Sounds like he does good work, is easy to get along with, and you know him as a friend as well. Why do you feel that 30% of sales/profits/whatever is fine for small orders, but too much for large orders? That doesn't really make sense and I think that's why others have inferred that you're a tight***.

Without him graphics design, it seems, you wouldn't be as successful with these designs and would likely not be getting these larger orders.

Why not just keep that? It works and it doesn't really cost you anything to keep it that way; other than just keeping the lions share of profits on big deals.

If you really must squeeze on the big orders, simply do something like, 30% on the first $1000 in sales, 20% afterwards for each designed image.

But still, I'd gladly pay the same 30% for a $10,000 order as much as I would for a $100 order because I'm making so much more money.
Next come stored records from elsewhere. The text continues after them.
#include "app/rig_progress.h"

#include <unistd.h>

#include <ostream>

#include "app/output.h"

namespace lw::app {

RigProgress::RigProgress(Context& ctx, const RigSession& session)
    : ctx_(ctx), session_(session), enabled_(isatty(STDERR_FILENO) == 1 && !session.dry_run()) {}

RigProgress::~RigProgress() { End(); }

void RigProgress::Show(const std::string& phase, double time_left_s) {
  if (!enabled_) return;
  RigSessionStats s = session_.stats();
  std::string line = phase + "  " + std::to_string(s.samples) + " samples";
  double span = s.last_t_s - s.first_t_s;
  if (s.samples > 1 && span > 0.0) {
    line += "  " + FormatNumber(static_cast<double>(s.samples - 1) / span, 4) + " Hz";
  }
  if (s.last) {
    line += "  t " + FormatNumber(s.last_t_s, 6) + " s  r " + FormatNumber(s.last->reference) +
            " u " + FormatNumber(s.last->actuator) + " y " + FormatNumber(s.last->output);
  }
  line += "  lost " + std::to_string(s.lost) + "  corrupted " + std::to_string(s.corrupted);
  if (std::isfinite(time_left_s)) line += "  left ~" + FormatNumber(time_left_s, 3) + " s";
  ctx_.err << "\r" << line << "\x1b[K" << std::flush;
  open_ = true;
}

void RigProgress::End() {
  if (!open_) return;
  ctx_.err << "\n" << std::flush;
  open_ = false;
}

}  // namespace lw::app
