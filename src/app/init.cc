// `loopwright init DIR [--name NAME] [--serial DEVICE [--baud N] | --tcp HOST:PORT]
//                      [--period S] [--actuator LO:HI] [--safe U] [--actuator-unit U]
//                      [--trip LO:HI] [--output-unit U] [--max-gain K] [--json]`
//
// Creates a rig workspace (app/workspace.h): DIR (made when missing) gets the rig profile
// rig.toml (io/rig_profile.h; every key can be edited later) and an empty logbook
// logbook.sqlite (io/logbook.h). Refuses (exit 2) when DIR already holds either file, so an
// existing workspace and its history are never overwritten. The profile is checked by the same
// rules as when it is read, before anything is written.
#include <filesystem>
#include <memory>
#include <optional>
#include <string>

#include <nlohmann/json.hpp>

#include "app/command.h"
#include "app/output.h"
#include "app/workspace.h"
#include "io/atomic_file.h"
#include "io/logbook.h"
#include "io/rig_limits.h"
#include "io/rig_profile.h"
#include "lti/error.h"

namespace lw::app {
namespace {

namespace fs = std::filesystem;

class InitCommand : public Command {
 public:
  void Configure(CLI::App& sub) override {
    sub.add_option("dir", dir_, "Folder of the new workspace (created when missing)")
        ->required()
        ->type_name("DIR");
    sub.add_option("--name", name_, "Rig name (default: the folder's name)");
    auto* serial =
        sub.add_option("--serial", device_, "Link over a serial device, e.g. /dev/ttyUSB0")
            ->type_name("DEVICE");
    sub.add_option("--baud", baud_, "Serial bits per second (default 115200)")->needs(serial);
    sub.add_option("--tcp", address_, "Link over TCP to HOST:PORT")
        ->type_name("HOST:PORT")
        ->excludes(serial);
    sub.add_option("--period", period_, "Sample period in seconds (default 0.1)")->type_name("S");
    sub.add_option("--actuator", actuator_, "Actuator range LO:HI (actuator units)")
        ->type_name("LO:HI");
    sub.add_option("--safe", safe_,
                   "Actuator value sent on any stop (default 0 clipped to the range)")
        ->type_name("U");
    sub.add_option("--actuator-unit", actuator_unit_, "Actuator unit, e.g. %");
    sub.add_option("--trip", trip_, "Output trip limits LO:HI: a run outside them stops")
        ->type_name("LO:HI");
    sub.add_option("--output-unit", output_unit_, "Output unit, e.g. degC");
    sub.add_option("--max-gain", max_gain_, "Largest controller gain ever applied")->type_name("K");
    sub.add_flag("--json", json_, "Print one JSON document instead of text");
  }

  int Run(Context& ctx) override {
    RigProfile p = Profile();
    if (auto problem = p.FirstProblem()) {
      throw UsageError(OptionOf(problem->key) + ": " + problem->sentence);
    }
    const fs::path dir(dir_);
    const std::string profile_path = (dir / kProfileFileName).string();
    const std::string logbook_path = (dir / kLogbookFileName).string();
    std::error_code ec;
    for (const std::string& existing : {profile_path, logbook_path}) {
      if (fs::exists(existing, ec)) {
        throw UsageError("'" + dir_ + "' is already a workspace ('" + existing +
                         "' exists); nothing was changed");
      }
    }
    if (fs::exists(dir, ec) && !fs::is_directory(dir, ec)) {
      throw UsageError("cannot make a workspace in '" + dir_ + "': it is not a folder");
    }
    fs::create_directories(dir, ec);
    if (ec) throw UsageError("cannot create the folder '" + dir_ + "': " + ec.message());

    // The logbook first: the profile is what marks the folder as a workspace, so it comes last.
    Logbook::Create(logbook_path);
    try {
      AtomicFile file(profile_path);
      file.Write(RigProfileToml(p));
      file.Commit();
    } catch (...) {
      fs::remove(logbook_path, ec);
      throw;
    }

    nlohmann::json doc = {{"workspace", dir_},
                          {"profile", profile_path},
                          {"logbook", logbook_path},
                          {"name", p.name},
                          {"link", std::string(LinkKindName(p.link.kind))}};
    if (json_) {
      PrintJson(ctx, doc);
    } else {
      ctx.out << "rig workspace " << Bold(ctx, p.name) << " created in " << dir_ << "\n";
      KeyValueList kv;
      kv.Add("profile", profile_path + " (edit it to set limits and default specs)");
      kv.Add("logbook", logbook_path);
      kv.Add("link", LinkText(p.link));
      kv.Print(ctx.out);
      ctx.out << "run commands inside " << dir_ << " or pass --rig " << dir_
              << " to log their results\n";
    }
    Context inside = ctx;
    inside.rig_dir = dir_;
    LogResult(inside, "init", "ok", doc, {});
    return 0;
  }

 private:
  RigProfile Profile() const {
    RigProfile p;
    p.name = name_;
    if (p.name.empty()) {
      fs::path dir = fs::absolute(fs::path(dir_)).lexically_normal();
      p.name =
          dir.filename().empty() ? dir.parent_path().filename().string() : dir.filename().string();
    }
    if (!device_.empty()) {
      p.link.kind = LinkKind::kSerial;
      p.link.device = device_;
      p.link.baud = baud_;
    } else if (!address_.empty()) {
      p.link.kind = LinkKind::kTcp;
      p.link.address = address_;
    }
    if (period_) p.sample_period_s = *period_;
    if (!actuator_.empty()) {
      auto [lo, hi] = ParseRange(actuator_, "--actuator");
      p.actuator_min = lo;
      p.actuator_max = hi;
    }
    p.actuator_safe = safe_ ? *safe_ : p.ClipActuator(0.0);
    p.actuator_unit = actuator_unit_;
    if (!trip_.empty()) {
      auto [lo, hi] = ParseRange(trip_, "--trip");
      p.output_min = lo;
      p.output_max = hi;
    }
    p.output_unit = output_unit_;
    p.max_gain = max_gain_;
    return p;
  }

  // The option that sets a profile key.
  static std::string OptionOf(const std::string& key) {
    static const std::pair<const char*, const char*> kOptions[] = {
        {"name", "--name"},
        {"link.device", "--serial"},
        {"link.baud", "--baud"},
        {"link.address", "--tcp"},
        {"sampling.period_s", "--period"},
        {"actuator.safe", "--safe"},
        {"actuator.max", "--actuator"},
        {"trip.output_max", "--trip"},
        {"controller.max_gain", "--max-gain"}};
    for (const auto& [k, option] : kOptions) {
      if (key == k) return option;
    }
    return key;
  }

  static std::string LinkText(const RigLinkSettings& link) {
    switch (link.kind) {
      case LinkKind::kSerial:
        return "serial " + link.device + " at " + std::to_string(link.baud);
      case LinkKind::kTcp:
        return "tcp " + link.address;
      case LinkKind::kNone:
        break;
    }
    return "none (offline; set [link] in the profile to reach the rig)";
  }

  std::string dir_, name_, device_, address_, actuator_, trip_, actuator_unit_, output_unit_;
  int baud_ = 115200;
  std::optional<double> period_, safe_, max_gain_;
  bool json_ = false;
};

}  // namespace

std::unique_ptr<Command> MakeInitCommand() { return std::make_unique<InitCommand>(); }

}  // namespace lw::app
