// `loopwright band (MODEL.json | --plant FORMULA) [--controller C] [specs...] [--pade N]
//                  [--sample-time T] [--draws N] [--seed N] [--json] [--save BAND.json]
//                  [--plot FIGURE.svg]`
//
// Every controller gain that meets the response specs: the exact locus band (dominant-pole
// region, design/gain_band.h), the simulated response band (exact dead time,
// design/response_band.h), the robust band over parameter draws when the model file carries a
// covariance (design/robust_band.h), optionally the band of the sampled loop, and the
// recommended gain (design/recommendation.h: always inside the response band; none, JSON null,
// when the response band is empty or the band is [0, inf)).
// Exit 1 with one sentence when no gain meets the specs. Robust draws come from
// identify/parameter_draws.h (app/model_draws.h). --save (alias -o,
// --out) writes the JSON document the report reads; --plot draws the locus and metrics figures
// (app/band_plot.h); a bad figure extension is refused before anything is computed.
#include <cmath>
#include <cstdio>
#include <memory>
#include <optional>
#include <sstream>
#include <string>
#include <vector>

#include <nlohmann/json.hpp>

#include "app/band_plot.h"
#include "app/command.h"
#include "app/controller_option.h"
#include "app/figure_path.h"
#include "app/model_draws.h"
#include "app/model_source.h"
#include "app/output.h"
#include "app/saved_document.h"
#include "app/spec_options.h"
#include "app/summary_table.h"
#include "design/discrete_band.h"
#include "design/gain_band.h"
#include "design/infeasibility.h"
#include "design/recommendation.h"
#include "design/response_band.h"
#include "design/robust_band.h"
#include "lti/error.h"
If could take the guy responsible for the upfront design success of the project with me, I would gladly do so.

My .02.


----------



## Eloshclothing (Oct 6, 2015)

hi,
30% from net profit sounds fair, even though bulk orders profits are lower than small orders since you pay him from profit it wouldn't make a difference, especially if you are happy with his designs and service I wouldn't loose him. I don't think you should give him any kind of partnership ( with all due respect of course this is your business this is just my opinion ) 

Good luck with your new business


----------



## STPG Press (Jul 6, 2015)

Eloshclothing said:


> hi,
> 30% from net profit sounds fair, even though bulk orders profits are lower than small orders since you pay him from profit it wouldn't make a difference, especially if you are happy with his designs and service I wouldn't loose him. I don't think you should give him any kind of partnership ( with all due respect of course this is your business this is just my opinion )
> 
> Good luck with your new business


30% of net, as OP stated, wouldn't have any impact (or minimal at worst) on profitability on discounted bulk orders since less profit means his 30% reflects that.


----------



## kgvinc (Nov 12, 2015)

30% of orders is plenty fair, if you get a big order then that's his hard earned money for dealing with 30% on all the small orders. If you don't want to pay him the 30% then you can pay him hourly, but then it costs you when you only have small orders. You're lucky to get an hourly designer at $35. Someone is going to be on the "losing" end and it shouldn't be him...because when your business is doing well he won't be an owner.


----------



## natthansimpson (Mar 26, 2014)

You do what is best for your business while being fair. But business is business and with all fairness when you loose clients you loose employees and cut back and when you gain clients you gain employees and so on - but business dictates what you do not relationships... I posted a excel file that can help you figure out how to keep him - if he is worth it then the client will pay it - if he is not then the client will not.. When i went to a printer and started working we did free art all of the time - I was good and got better and so we charged $25 per art no questions asked - and then i got better and we charged $40 for basic art and $100 for advanced per hr and we grew the business and got the clients we wanted.. but the route you take is yours but you need to charge for value added not based on relationships.. 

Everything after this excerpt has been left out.